Collected data entries:
_____
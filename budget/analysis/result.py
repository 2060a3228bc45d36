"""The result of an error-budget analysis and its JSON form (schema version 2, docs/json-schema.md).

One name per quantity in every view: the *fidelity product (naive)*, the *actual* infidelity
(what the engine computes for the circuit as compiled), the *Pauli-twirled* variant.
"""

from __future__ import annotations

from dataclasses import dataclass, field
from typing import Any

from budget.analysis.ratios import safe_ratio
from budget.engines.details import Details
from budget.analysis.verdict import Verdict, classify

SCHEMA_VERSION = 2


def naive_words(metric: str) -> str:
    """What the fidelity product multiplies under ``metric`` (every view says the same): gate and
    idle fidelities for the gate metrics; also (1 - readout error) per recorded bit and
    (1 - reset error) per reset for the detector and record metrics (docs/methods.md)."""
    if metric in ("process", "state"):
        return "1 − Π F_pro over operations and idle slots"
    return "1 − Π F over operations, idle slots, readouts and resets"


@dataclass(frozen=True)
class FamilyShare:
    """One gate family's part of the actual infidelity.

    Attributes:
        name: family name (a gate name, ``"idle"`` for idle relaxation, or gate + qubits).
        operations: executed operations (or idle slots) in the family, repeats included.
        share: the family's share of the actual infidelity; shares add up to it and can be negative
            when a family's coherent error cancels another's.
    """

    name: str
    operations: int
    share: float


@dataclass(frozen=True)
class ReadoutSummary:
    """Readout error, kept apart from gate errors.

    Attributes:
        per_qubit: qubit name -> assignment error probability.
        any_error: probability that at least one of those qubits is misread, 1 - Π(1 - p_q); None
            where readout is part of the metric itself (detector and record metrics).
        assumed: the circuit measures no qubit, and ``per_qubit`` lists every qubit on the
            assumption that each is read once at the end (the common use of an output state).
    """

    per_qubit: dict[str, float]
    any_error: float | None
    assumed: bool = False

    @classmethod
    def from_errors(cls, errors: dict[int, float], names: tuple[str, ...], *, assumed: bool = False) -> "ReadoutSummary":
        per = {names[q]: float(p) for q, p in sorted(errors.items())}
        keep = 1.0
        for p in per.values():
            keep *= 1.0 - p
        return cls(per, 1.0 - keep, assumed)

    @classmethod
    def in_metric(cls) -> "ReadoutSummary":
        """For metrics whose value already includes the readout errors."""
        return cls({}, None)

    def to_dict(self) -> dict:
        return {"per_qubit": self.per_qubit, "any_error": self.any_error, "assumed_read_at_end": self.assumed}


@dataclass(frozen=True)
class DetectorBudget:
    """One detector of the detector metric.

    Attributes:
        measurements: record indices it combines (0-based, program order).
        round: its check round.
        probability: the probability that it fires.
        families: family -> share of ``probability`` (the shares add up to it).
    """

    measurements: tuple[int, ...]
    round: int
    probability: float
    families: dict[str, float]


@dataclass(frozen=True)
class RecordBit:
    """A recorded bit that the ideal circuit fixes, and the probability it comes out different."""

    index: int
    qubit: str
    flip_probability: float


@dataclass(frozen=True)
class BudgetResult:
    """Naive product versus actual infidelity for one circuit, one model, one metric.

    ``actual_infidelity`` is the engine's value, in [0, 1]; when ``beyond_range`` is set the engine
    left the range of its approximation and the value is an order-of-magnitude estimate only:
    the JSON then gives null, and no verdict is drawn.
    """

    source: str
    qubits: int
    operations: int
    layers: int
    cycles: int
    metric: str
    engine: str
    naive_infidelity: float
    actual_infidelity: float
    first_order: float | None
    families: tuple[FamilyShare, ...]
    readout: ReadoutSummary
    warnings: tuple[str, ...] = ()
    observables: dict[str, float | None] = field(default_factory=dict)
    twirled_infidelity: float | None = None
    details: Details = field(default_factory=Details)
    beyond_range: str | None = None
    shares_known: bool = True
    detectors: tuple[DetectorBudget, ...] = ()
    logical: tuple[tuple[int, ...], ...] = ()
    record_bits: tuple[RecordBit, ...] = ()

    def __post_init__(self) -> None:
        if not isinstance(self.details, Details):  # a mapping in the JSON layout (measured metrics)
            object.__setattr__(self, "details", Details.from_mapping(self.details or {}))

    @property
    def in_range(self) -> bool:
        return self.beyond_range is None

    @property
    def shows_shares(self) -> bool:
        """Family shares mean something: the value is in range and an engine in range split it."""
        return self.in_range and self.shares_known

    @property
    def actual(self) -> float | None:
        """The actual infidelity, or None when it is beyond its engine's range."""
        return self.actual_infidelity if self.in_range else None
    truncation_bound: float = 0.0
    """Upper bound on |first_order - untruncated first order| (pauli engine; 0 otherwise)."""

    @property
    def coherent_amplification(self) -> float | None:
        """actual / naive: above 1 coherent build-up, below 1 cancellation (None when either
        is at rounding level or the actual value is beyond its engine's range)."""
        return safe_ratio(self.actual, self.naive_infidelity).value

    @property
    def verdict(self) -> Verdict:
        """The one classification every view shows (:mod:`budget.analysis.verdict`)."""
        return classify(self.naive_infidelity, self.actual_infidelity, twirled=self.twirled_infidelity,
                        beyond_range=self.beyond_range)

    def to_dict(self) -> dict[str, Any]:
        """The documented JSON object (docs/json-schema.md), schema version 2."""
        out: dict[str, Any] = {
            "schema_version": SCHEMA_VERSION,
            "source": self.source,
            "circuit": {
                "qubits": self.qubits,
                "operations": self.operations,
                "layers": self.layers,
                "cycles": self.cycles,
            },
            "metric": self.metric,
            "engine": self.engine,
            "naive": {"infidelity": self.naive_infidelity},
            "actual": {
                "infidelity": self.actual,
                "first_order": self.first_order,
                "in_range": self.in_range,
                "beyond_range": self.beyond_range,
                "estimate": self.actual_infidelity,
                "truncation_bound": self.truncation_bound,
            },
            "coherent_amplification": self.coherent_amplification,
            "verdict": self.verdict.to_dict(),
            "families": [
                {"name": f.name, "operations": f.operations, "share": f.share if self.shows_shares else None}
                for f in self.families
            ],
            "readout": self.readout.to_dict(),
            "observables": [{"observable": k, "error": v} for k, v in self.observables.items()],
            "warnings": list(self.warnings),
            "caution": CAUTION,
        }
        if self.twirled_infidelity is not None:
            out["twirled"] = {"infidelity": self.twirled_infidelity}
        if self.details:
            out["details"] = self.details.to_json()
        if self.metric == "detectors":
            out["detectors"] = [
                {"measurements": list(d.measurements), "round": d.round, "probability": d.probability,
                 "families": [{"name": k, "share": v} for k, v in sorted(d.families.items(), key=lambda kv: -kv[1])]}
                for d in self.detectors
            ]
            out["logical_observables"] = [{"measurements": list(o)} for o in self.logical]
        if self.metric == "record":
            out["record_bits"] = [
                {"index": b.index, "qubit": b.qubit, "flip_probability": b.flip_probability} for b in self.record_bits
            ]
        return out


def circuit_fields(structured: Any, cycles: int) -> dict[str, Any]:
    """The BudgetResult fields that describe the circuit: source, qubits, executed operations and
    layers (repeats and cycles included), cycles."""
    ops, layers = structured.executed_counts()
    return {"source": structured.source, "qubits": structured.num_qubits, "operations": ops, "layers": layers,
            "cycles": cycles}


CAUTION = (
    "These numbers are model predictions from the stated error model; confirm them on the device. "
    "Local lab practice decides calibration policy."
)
_____
## [Exercise]
What you return must match the records above exactly.

## [Task output]
filename budget/analysis/result.py
repository 2060a3228bc45d36
"""The result of an error-budget analysis and its JSON form (schema version 2, docs/json-schema.md).

One name per quantity in every view: the *fidelity product (naive)*, the *actual* infidelity
(what the engine computes for the circuit as compiled), the *Pauli-twirled* variant.
"""

from __future__ import annotations

from dataclasses import dataclass, field
from typing import Any

from budget.analysis.ratios import safe_ratio
from budget.engines.details import Details
from budget.analysis.verdict import Verdict, classify

SCHEMA_VERSION = 2


def naive_words(metric: str) -> str:
    """What the fidelity product multiplies under ``metric`` (every view says the same): gate and
    idle fidelities for the gate metrics; also (1 - readout error) per recorded bit and
    (1 - reset error) per reset for the detector and record metrics (docs/methods.md)."""
    if metric in ("process", "state"):
        return "1 − Π F_pro over operations and idle slots"
    return "1 − Π F over operations, idle slots, readouts and resets"


@dataclass(frozen=True)
class FamilyShare:
    """One gate family's part of the actual infidelity.

    Attributes:
        name: family name (a gate name, ``"idle"`` for idle relaxation, or gate + qubits).
        operations: executed operations (or idle slots) in the family, repeats included.
        share: the family's share of the actual infidelity; shares add up to it and can be negative
            when a family's coherent error cancels another's.
    """

    name: str
    operations: int
    share: float


@dataclass(frozen=True)
class ReadoutSummary:
    """Readout error, kept apart from gate errors.

    Attributes:
        per_qubit: qubit name -> assignment error probability.
        any_error: probability that at least one of those qubits is misread, 1 - Π(1 - p_q); None
            where readout is part of the metric itself (detector and record metrics).
        assumed: the circuit measures no qubit, and ``per_qubit`` lists every qubit on the
            assumption that each is read once at the end (the common use of an output state).
    """

    per_qubit: dict[str, float]
    any_error: float | None
    assumed: bool = False

    @classmethod
    def from_errors(cls, errors: dict[int, float], names: tuple[str, ...], *, assumed: bool = False) -> "ReadoutSummary":
        per = {names[q]: float(p) for q, p in sorted(errors.items())}
        keep = 1.0
        for p in per.values():
            keep *= 1.0 - p
        return cls(per, 1.0 - keep, assumed)

    @classmethod
    def in_metric(cls) -> "ReadoutSummary":
        """For metrics whose value already includes the readout errors."""
        return cls({}, None)

    def to_dict(self) -> dict:
        return {"per_qubit": self.per_qubit, "any_error": self.any_error, "assumed_read_at_end": self.assumed}


@dataclass(frozen=True)
class DetectorBudget:
    """One detector of the detector metric.

    Attributes:
        measurements: record indices it combines (0-based, program order).
        round: its check round.
        probability: the probability that it fires.
        families: family -> share of ``probability`` (the shares add up to it).
    """

    measurements: tuple[int, ...]
    round: int
    probability: float
    families: dict[str, float]


@dataclass(frozen=True)
class RecordBit:
    """A recorded bit that the ideal circuit fixes, and the probability it comes out different."""

    index: int
    qubit: str
    flip_probability: float


@dataclass(frozen=True)
class BudgetResult:
    """Naive product versus actual infidelity for one circuit, one model, one metric.

    ``actual_infidelity`` is the engine's value, in [0, 1]; when ``beyond_range`` is set the engine
    left the range of its approximation and the value is an order-of-magnitude estimate only:
    the JSON then gives null, and no verdict is drawn.
    """

    source: str
    qubits: int
    operations: int
    layers: int
    cycles: int
    metric: str
    engine: str
    naive_infidelity: float
    actual_infidelity: float
    first_order: float | None
    families: tuple[FamilyShare, ...]
    readout: ReadoutSummary
    warnings: tuple[str, ...] = ()
    observables: dict[str, float | None] = field(default_factory=dict)
    twirled_infidelity: float | None = None
    details: Details = field(default_factory=Details)
    beyond_range: str | None = None
    shares_known: bool = True
    detectors: tuple[DetectorBudget, ...] = ()
    logical: tuple[tuple[int, ...], ...] = ()
    record_bits: tuple[RecordBit, ...] = ()

    def __post_init__(self) -> None:
        if not isinstance(self.details, Details):  # a mapping in the JSON layout (measured metrics)
            object.__setattr__(self, "details", Details.from_mapping(self.details or {}))

    @property
    def in_range(self) -> bool:
        return self.beyond_range is None

    @property
    def shows_shares(self) -> bool:
        """Family shares mean something: the value is in range and an engine in range split it."""
        return self.in_range and self.shares_known

    @property
    def actual(self) -> float | None:
        """The actual infidelity, or None when it is beyond its engine's range."""
        return self.actual_infidelity if self.in_range else None
    truncation_bound: float = 0.0
    """Upper bound on |first_order - untruncated first order| (pauli engine; 0 otherwise)."""

    @property
    def coherent_amplification(self) -> float | None:
        """actual / naive: above 1 coherent build-up, below 1 cancellation (None when either
        is at rounding level or the actual value is beyond its engine's range)."""
        return safe_ratio(self.actual, self.naive_infidelity).value

    @property
    def verdict(self) -> Verdict:
        """The one classification every view shows (:mod:`budget.analysis.verdict`)."""
        return classify(self.naive_infidelity, self.actual_infidelity, twirled=self.twirled_infidelity,
                        beyond_range=self.beyond_range)

    def to_dict(self) -> dict[str, Any]:
        """The documented JSON object (docs/json-schema.md), schema version 2."""
        out: dict[str, Any] = {
            "schema_version": SCHEMA_VERSION,
            "source": self.source,
            "circuit": {
                "qubits": self.qubits,
                "operations": self.operations,
                "layers": self.layers,
                "cycles": self.cycles,
            },
            "metric": self.metric,
            "engine": self.engine,
            "naive": {"infidelity": self.naive_infidelity},
            "actual": {
                "infidelity": self.actual,
                "first_order": self.first_order,
                "in_range": self.in_range,
                "beyond_range": self.beyond_range,
                "estimate": self.actual_infidelity,
                "truncation_bound": self.truncation_bound,
            },
            "coherent_amplification": self.coherent_amplification,
            "verdict": self.verdict.to_dict(),
            "families": [
                {"name": f.name, "operations": f.operations, "share": f.share if self.shows_shares else None}
                for f in self.families
            ],
            "readout": self.readout.to_dict(),
            "observables": [{"observable": k, "error": v} for k, v in self.observables.items()],
            "warnings": list(self.warnings),
            "caution": CAUTION,
        }
        if self.twirled_infidelity is not None:
            out["twirled"] = {"infidelity": self.twirled_infidelity}
        if self.details:
            out["details"] = self.details.to_json()
        if self.metric == "detectors":
            out["detectors"] = [
                {"measurements": list(d.measurements), "round": d.round, "probability": d.probability,
                 "families": [{"name": k, "share": v} for k, v in sorted(d.families.items(), key=lambda kv: -kv[1])]}
                for d in self.detectors
            ]
            out["logical_observables"] = [{"measurements": list(o)} for o in self.logical]
        if self.metric == "record":
            out["record_bits"] = [
                {"index": b.index, "qubit": b.qubit, "flip_probability": b.flip_probability} for b in self.record_bits
            ]
        return out


def circuit_fields(structured: Any, cycles: int) -> dict[str, Any]:
    """The BudgetResult fields that describe the circuit: source, qubits, executed operations and
    layers (repeats and cycles included), cycles."""
    ops, layers = structured.executed_counts()
    return {"source": structured.source, "qubits": structured.num_qubits, "operations": ops, "layers": layers,
            "cycles": cycles}


CAUTION = (
    "These numbers are model predictions from the stated error model; confirm them on the device. "
    "Local lab practice decides calibration policy."
)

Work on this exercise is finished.